- Flag Coat of arms
- Location within the voivodeship
- Coordinates: 51°7′N 15°35′E﻿ / ﻿51.117°N 15.583°E
- Country: Poland
- Voivodeship: Lower Silesian
- Seat: Lwówek Śląski
- Gminas: Total 5 Gmina Gryfów Śląski; Gmina Lubomierz; Gmina Lwówek Śląski; Gmina Mirsk; Gmina Wleń;

Area
- • Total: 709.94 km^{2} (274.11 sq mi)

Population (2019-06-30)
- • Total: 45,975
- • Density: 64.759/km^{2} (167.73/sq mi)
- • Urban: 23,129
- • Rural: 22,846
- Car plates: DLW
- Website: powiatlwowecki.pl

= Lwówek County =

Lwówek County (powiat lwówecki) is a unit of territorial administration and local government (powiat) in Lower Silesian Voivodeship, south-western Poland. It came into being on January 1, 1999, as a result of the Polish local government reforms passed in 1998. The county covers an area of 709.9 km2. Its administrative seat is the town of Lwówek Śląski, and it also contains the towns of Gryfów Śląski, Mirsk, Wleń and Lubomierz.

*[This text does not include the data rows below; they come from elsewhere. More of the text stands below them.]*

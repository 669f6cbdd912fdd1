import { inRange } from './check-input';
import { minimaxFit } from './minimax';
import { corrected, measureExtent } from './plane-solution';
import { solvePlane } from './plane-solve';
import type { MinimumZonePlane, PlanePoint } from './types';

const largest = (values: Float64Array): number => values.reduce((most, value) => Math.max(most, Math.abs(value)), 0);

/**
 * The plane whose largest |residual| (vertical) is smallest: half the thickness of the thinnest slab between parallel planes, measured upright,
 * that holds every point. Weights do not count here: every shot has to fit in.
 *
 * `support` are the ids of the points that hold the slab open, four or fewer; none where the points lie exactly on a plane. The half-width is
 * unique, the plane need not be. Collinear points give a rise along their line and none across it; one place, or fewer than three points, a level plane.
 * Method: linear program by exchange, in the orthogonal coordinates and residuals of the least squares plane, exact to rounding.
 * @throws AnalysisError 'no-points', 'not-finite', 'not-positive' (a weight), 'out-of-range', 'no-convergence'
 */
export function fitPlaneMinimumZone(points: readonly PlanePoint[]): MinimumZonePlane {
  const extent = measureExtent(points);
  const solution = solvePlane(points, extent);
  const { rank, p, q, residuals } = solution;
  const height = largest(residuals);
  const plane = corrected(solution, []);
  if (height === 0)
    return { a: inRange('a', plane.a), b: inRange('b', plane.b), c: inRange('c', plane.c), halfWidth: 0, support: [] };
  const scales = [1, largest(p), largest(q)].slice(0, rank);
  const rows = points.map((_, i) => [1, (p[i] ?? 0) / (scales[1] ?? 1), (q[i] ?? 0) / (scales[2] ?? 1)].slice(0, rank));
  const values = Array.from(residuals, (residual) => residual / height);
  const { coefficients, halfWidth, support } = minimaxFit(rows, values);
  const turned = corrected(
    solution,
    coefficients.map((coefficient, j) => (coefficient * height) / (scales[j] ?? 1)),
  );
  return {
    a: inRange('a', turned.a),
    b: inRange('b', turned.b),
    c: inRange('c', turned.c),
    halfWidth: inRange('halfWidth', halfWidth * height),
    support: support.map((index) => points[index]?.id ?? ''),
  };
}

As of 2019 the total population of the county is 45,975, the most populated towns are Lwówek Śląski with 8,869 inhabitants and Gryfów Śląski with 6,636 inhabitants.

==Neighbouring counties==
Lwówek County is bordered by Lubań County to the west, Bolesławiec County to the north, Złotoryja County to the east and Karkonosze County to the south. It also borders the Czech Republic to the south.

==Administrative division==
The county is subdivided into five gminas (all of them urban-rural, centred on the five towns). These are listed in the following table, in descending order of population.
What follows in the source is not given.